This is the way I’ve always solved these sort of problems and I’m embarresed to say, it still seems easier to me than the above formulas. I know if the problem is more difficult, I would definitely need a formula. That’s why I asked. FWIW, I’ve been a member in good standing here for over two years and I wouldn’t use these boards to cheat on homework (and I haven’t been in school for years).
I don’t think I’ll be able to do other problems like this the way silverfish and John Mace solved it, but the way Jurph and Tenach explained it makes sense to me. Thanks everyone.
But it’s not really out of line for high-end drafting/drawing pencils at $10.77 a dozen.

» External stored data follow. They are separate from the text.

"""The small languages in the file: make-ups, fields, goals, formulas, figures at a distance, scalars."""

from __future__ import annotations

import math

import pytest
from hypothesis import given
from hypothesis import strategies as st

from scatterbay.scenario import beam_field, layer, make_up
from scatterbay.scenario.at_distance import leakage_rate, tube_output
from scatterbay.scenario.formulas import mass_fractions
from scatterbay.scenario.goals import goal
from scatterbay.scenario.scalars import plain_scalar
from scatterbay.units import TextError


@pytest.mark.parametrize(
    ("text", "layers"),
    [
        ("concrete 300 mm", [("concrete", 0.3, 0.0)]),
        ("gypsum board 12.5 mm + lead 1.5 mm", [("gypsum board", 0.0125, 0.0), ("lead", 0.0015, 0.0)]),
        ("concrete 300 mm +/- 10 mm + lead 2 mm", [("concrete", 0.3, 0.01), ("lead", 0.002, 0.0)]),
        ("concrete 300 mm +- 10 %+lead 2mm", [("concrete", 0.3, 0.03), ("lead", 0.002, 0.0)]),
        ("barite concrete 1 ft 2 in", [("barite concrete", 0.3556, 0.0)]),
        ("gypsum board 5/8 in + lead 1/16 in", [("gypsum board", 0.015875, 0.0), ("lead", 0.0015875, 0.0)]),
        ("ordinary  concrete 1e+2 mm", [("ordinary concrete", 0.1, 0.0)]),
        ("mix 2/B 30 mm + mix 2 40 mm", [("mix 2/B", 0.03, 0.0), ("mix 2", 0.04, 0.0)]),
        ("lead glass 8 mm", [("lead glass", 0.008, 0.0)]),
        ("open", []),
    ],
)
def test_make_ups(text: str, layers: list[tuple[str, float, float]]) -> None:
    found = make_up(text, ("mix 2/B", "mix 2", "lead"))
    assert [entry.material for entry in found.layers] == [material for material, _, _ in layers]
    thicknesses = [(entry.thickness.value, entry.thickness.tolerance) for entry in found.layers]
    expected: object = [(pytest.approx(value), pytest.approx(half)) for _, value, half in layers]
    assert thicknesses == expected
    assert found.text == text
    assert found.thickness == pytest.approx(sum(value for _, value, _ in layers))


def test_a_problem_points_into_the_make_up() -> None:
    with pytest.raises(TextError) as caught:
        make_up("concrete 300 mm + led 2 mm")
    assert caught.value.start == len("concrete 300 mm + ")
    with pytest.raises(TextError) as caught:
        make_up("concrete 300 mm + lead 2 msv")
    assert caught.value.start == len("concrete 300 mm + lead 2 ")


def test_one_layer_is_one_layer() -> None:
    assert layer("aluminium 3.2 mm").thickness.value == pytest.approx(3.2e-3)
    with pytest.raises(TextError, match="more than one layer"):
        layer("aluminium 3 mm + copper 1 mm")


@pytest.mark.parametrize(
    ("text", "kind", "numbers"),
    [
        ("200 mm x 300 mm at 700 mm", "rectangle", (0.2, 0.3, 0.7)),
        ("200 x 300 mm at 70 cm", "rectangle", (0.2, 0.3, 0.7)),
        ("200mm×300mm at 0.7m", "rectangle", (0.2, 0.3, 0.7)),
        ("14 in * 17 in at 40 in", "rectangle", (0.3556, 0.4318, 1.016)),
        ("cone 40 deg", "cone", math.radians(20)),
        ("cone 300 mm at 1 m", "cone", math.atan(0.15)),
        ("all round", "everywhere", None),
    ],
)
def test_fields(text: str, kind: str, numbers: object) -> None:
    field = beam_field(text)
    assert (field.kind, field.text) == (kind, text)
    if kind == "rectangle":
        assert (field.width, field.height, field.distance) == pytest.approx(numbers)
    elif kind == "cone":
        assert field.half_angle == pytest.approx(numbers)


@pytest.mark.parametrize(
    "text", ["", "wide", "200 mm", "200 mm x 300 mm", "cone", "cone 0 deg", "cone 180 deg", "x at"]
)
def test_fields_that_are_none(text: str) -> None:
    with pytest.raises(TextError):
        beam_field(text)


@pytest.mark.parametrize(
    ("text", "time_base", "quantity", "value"),
    [
        ("6 mSv/year", "year", "ambient dose equivalent", 6e-3),
        ("6 mSv per year", "year", "ambient dose equivalent", 6e-3),
        ("1 mSv in a year", "year", "ambient dose equivalent", 1e-3),
        ("0.1 mGy/week", "week", "air kerma", 1e-4),
        ("100 uSv in any week", "week", "ambient dose equivalent", 1e-4),
        ("20 µSv in an hour", "hour", "ambient dose equivalent", 2e-5),
        ("2 mrem in any one hour", "hour", "ambient dose equivalent", 2e-5),
        ("7.5 uSv/h", "rate", "ambient dose equivalent", 7.5e-6 / 3600),
        ("7.5 uSv/h over 8 h", "day", "ambient dose equivalent", 7.5e-6 / 3600),
        ("60 uSv in 8 h", "day", "ambient dose equivalent", 7.5e-6 / 3600),
        ("10 uGy/min", "rate", "air kerma", 1e-5 / 60),
    ],
)
def test_goals(text: str, time_base: str, quantity: str, value: float) -> None:
    found = goal(text)
    assert (found.time_base, found.quantity, found.text) == (time_base, quantity, text)
    assert found.value == pytest.approx(value)


@pytest.mark.parametrize(
    "text",
    [
        "",
        "6",
        "6 mSv",
        "6 mSv/y",
        "6 mSv/month",
        "1 h",
        "20 uSv/h in an hour",
        "1 mSv/year +/- 5 %",
        "-1 mSv/year",
    ],
)
def test_goals_that_are_none(text: str) -> None:
    with pytest.raises(TextError):
        goal(text)


@pytest.mark.parametrize(
    ("formula", "expected"),
    [
        ("H2O", {"H": 2 * 1.008 / 18.015, "O": 15.999 / 18.015}),
        ("CaSO4(H2O)2", {"Ca": 40.078 / 172.17, "S": 32.06 / 172.17, "O": 96 / 172.17, "H": 4.032 / 172.17}),
        ("Ca(OH)2", {"Ca": 40.078 / 74.09, "O": 32 / 74.09, "H": 2.016 / 74.09}),
        ("W", {"W": 1.0}),
        ("Fe0.95O", {"Fe": 0.95 * 55.845 / 69.05, "O": 16 / 69.05}),
    ],
)
def test_formulas(formula: str, expected: dict[str, float]) -> None:
    assert mass_fractions(formula) == pytest.approx(expected, abs=2e-4)


@given(st.text(alphabet="CaHOW()0123. ·x", max_size=12))
def test_any_formula_is_read_or_refused_in_words(formula: str) -> None:
    try:
        found = mass_fractions(formula)
    except TextError:
        return
    assert sum(found.values()) == pytest.approx(1.0)


def test_figures_at_a_distance_come_to_one_metre() -> None:
    assert leakage_rate("5 mGy/h at 1 m").value == pytest.approx(5e-3 / 3600)
    assert leakage_rate("5 mGy/h at 50 cm").value == pytest.approx(1.25e-3 / 3600)
    assert leakage_rate("5 mGy/h at 2 m +/- 10 %").tolerance == pytest.approx(2e-3 / 3600)
    assert leakage_rate("5 mGy/h ± 10 % at 2 m").tolerance == pytest.approx(2e-3 / 3600)
    assert tube_output("0.05 mGy/mAs at 2 m").value == pytest.approx(0.2)
    assert tube_output("0.05 mGy/mAs at 2 m").kind == "tube output"


@pytest.mark.parametrize(
    ("text", "value"),
    [
        ("No", "No"),
        ("yes", "yes"),
        ("on", "on"),
        ("12:30", "12:30"),
        ("010", 10),
        ("0o10", 8),
        ("0x1F", 31),
        ("1e3", 1000.0),
        ("-1.5", -1.5),
        (".5", 0.5),
        ("5.", 5.0),
        ("1_000", "1_000"),
        ("2026-03-01", "2026-03-01"),
        ("true", True),
        ("FALSE", False),
        ("True-ish", "True-ish"),
        ("~", None),
        ("", None),
        ("null", None),
        ("1/4", "1/4"),
        ("-", "-"),
        ("1.2.3", "1.2.3"),
        ("=", "="),
        ("<<", "<<"),
    ],
)
def test_plain_scalars_follow_yaml_1_2(text: str, value: object) -> None:
    found = plain_scalar(text)
    assert found == value
    assert type(found) is type(value)


def test_numbers_that_are_not_numbers() -> None:
    assert plain_scalar(".inf") == math.inf
    assert plain_scalar("-.INF") == -math.inf
    assert math.isnan(float(str(plain_scalar(".NaN"))))
    assert plain_scalar("9" * 400) == math.inf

Your roentgen tube has gone bad.
It is not a riddle. It is a word problem in mathematics!
As some have already noted, these are really all the same (or very nearly so) way of solving the problem. The standard technique to solve these problems is to simply assign variables (x, y, etc.) to the unknowns and then translate the wording into equations (I tried to highlight that by putting the exact wording next to the equations). Then you solve for one of the variables (in terms of the other) in one equation and substitute it into the other equation. At that point you only have one variable-- you solve for it, then substute the answer into the other equation and solve for the other variable.
Once you do a few that way it’s a piece of cake.
True. For myself, I find single-variable algebra to be far, far easier than multiple-variable algebra, and so I’ll always try to get to single-variable before putting it in equation form. But that’s just an idiosyncrasy of my head, I think.
Daniel